Curaçao Athletics Association
- Sport: Athletics
- Jurisdiction: Association
- Abbreviation: CAB
- Founded: September 16, 1966
- Headquarters: Willemstad
- President: Willem Cordilia
- Board members: Stacy René Rachmil van Lamoen Janelycze Mercelita Atilio Louisa
- Secretary: ZizanyHenriquez
- Replaced: Nederlands Antilliaanse Atletiek Unie

Official website
- curacaoatletiekbond.com
- Curaçao

= Curaçao Athletics Association =

Sports governing body in Curaçao

The Curaçao Athletics Association (CAB; Curaçaose Atletiek Bond) is the governing body for the sport of athletics in Curaçao. The Current president is Willem Cordilia.

Curacaose Atletiek Bond, Curaçao Athletic Federation, is the national Track & Field Federation in Curaçao, which was founded in 1966.

It has a total of 11 affiliated Track & Field member Clubs, with approximately 275 active member athletes.

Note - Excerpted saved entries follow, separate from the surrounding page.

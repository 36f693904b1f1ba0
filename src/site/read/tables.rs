//! The tables of a site file: makeup water, targets, column names, equipment.

use std::collections::BTreeMap;

use super::{numbers, texts};
use crate::decode::Section;
use crate::fault::{did_you_mean, shown};
use crate::site::column;
use crate::site::{Band, Chlorination, Equipment, Heading, Makeup};
use crate::vocabulary::{ReadingId, Vocabulary};

/// `[makeup]`.
pub(super) fn makeup(root: &mut Section<'_>, vocabulary: &Vocabulary) -> Makeup {
    let Some(mut table) = root.section("makeup") else {
        return Makeup::default();
    };
    let mut reading = |id: &str| {
        // The bounds are those of the reading itself: what no instrument could show in water.
        let (low, high) = vocabulary
            .reading(id)
            .map_or((f64::MIN, f64::MAX), |r| vocabulary[r].plausible);
        numbers::within(&mut table, id, low, high)
    };
    let (ph, alkalinity) = (reading("ph"), reading("alkalinity"));
    let (chloride, temperature) = (reading("chloride"), reading("temperature"));
    let made = Makeup {
        chlorination: texts::one_of(
            &mut table,
            "chlorination",
            Chlorination::WORDS,
            Chlorination::of,
        ),
        ph,
        alkalinity,
        chloride,
        temperature,
    };
    table.finish();
    made
}

/// `[targets]`.
pub(super) fn targets(
    root: &mut Section<'_>,
    vocabulary: &Vocabulary,
) -> BTreeMap<ReadingId, Band> {
    let mut found = BTreeMap::new();
    let Some(mut table) = root.section("targets") else {
        return found;
    };
    for id in table.keys() {
        let Some(reading) = vocabulary.reading(&id) else {
            let known = vocabulary.readings.iter().map(|r| r.id.as_str());
            table.fault_at_key(
                &id,
                "unknown-id",
                format!("no reading is called `{}`", shown(&id)),
                did_you_mean(&id, known, "take it out"),
            );
            continue;
        };
        let Some(mut band) = table.section(&id) else {
            continue;
        };
        let low = band.number("low");
        let high = band.number("high");
        match (low, high) {
            (None, None) if !band.has("low") && !band.has("high") => band.fault(
                "empty-band",
                format!("the target of `{id}` has neither end"),
                "write `low`, `high`, or both",
            ),
            (Some(l), Some(h)) if l > h => band.fault(
                "band-upside-down",
                format!("the target of `{id}` runs from {l} down to {h}"),
                "write the smaller number as `low`",
            ),
            (None, None) => {}
            (low, high) => {
                found.insert(reading, Band { low, high });
            }
        }
        band.finish();
    }
    found
}

/// `[columns]`. Two headings may mean the same reading (a farm may have had two loggers); a log that has both says so.
pub(super) fn columns(root: &mut Section<'_>, vocabulary: &Vocabulary) -> Vec<Heading> {
    let mut found: Vec<Heading> = Vec::new();
    let Some(mut table) = root.section("columns") else {
        return found;
    };
    for heading in table.keys() {
        let Some(node) = table.node(&heading) else {
            continue;
        };
        let Some(text) = node.text() else { continue };
        match column::meaning(&text, vocabulary) {
            Err(wrong) => node.fault(wrong.code, wrong.reason, wrong.cure),
            Ok(meaning) => {
                let name = heading.trim().to_owned();
                if found.iter().any(|h| h.heading == name) {
                    table.fault_at_key(
                        &heading,
                        "named-twice",
                        format!("`{}` is named twice", shown(&name)),
                        "take one of them out",
                    );
                } else {
                    found.push(Heading {
                        heading: name,
                        meaning,
                    });
                }
            }
        }
    }
    found
}

/// `[equipment]`.
pub(super) fn equipment(root: &mut Section<'_>) -> Equipment {
    let Some(mut table) = root.section("equipment") else {
        return Equipment::default();
    };
    let substances = table
        .node("substances")
        .and_then(|node| match node.value() {
            crate::decode::Value::Array(_) => Some(
                node.list()?
                    .iter()
                    .filter_map(texts::words_of)
                    .collect::<Vec<_>>(),
            ),
            _ => texts::words_of(&node).map(|one| vec![one]),
        });
    let made = Equipment {
        solids_filter: table.flag("solids_filter"),
        standby_air: table.flag("standby_air"),
        pure_oxygen: table.flag("pure_oxygen"),
        backup_power: table.flag("backup_power"),
        substances,
    };
    table.finish();
    made
}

The main goal of this federation is to promote the track & field sport, by:

- Organizing competitions and championships;
- Supporting all, when practicing the sport;
- Representing the interest of all members;
- Creating awareness;
- Creating collaborations with local and international organizations.

== History ==
CAB was founded on September 16, 1966.

== Affiliations ==
CAB is an observer member federation for Curaçao in the
- Central American and Caribbean Athletic Confederation (CACAC)
CAB is invited to participate at the
- CARIFTA Games
Moreover, it is part of the following national organisations:
- Curaçao Sport & Olympic Federation (CSOF)
However, the CSOF is not recognized by the IOC. After modifying its Charter in 1996, only Olympic Committees representing independent states are admitted as new IOC members. Athletes from Curaçao had to participate at the 2012 Summer Olympics as Independent Olympic Athletes under the Olympic flag.

== National records ==
CAB maintains the Curaçaoan records in athletics.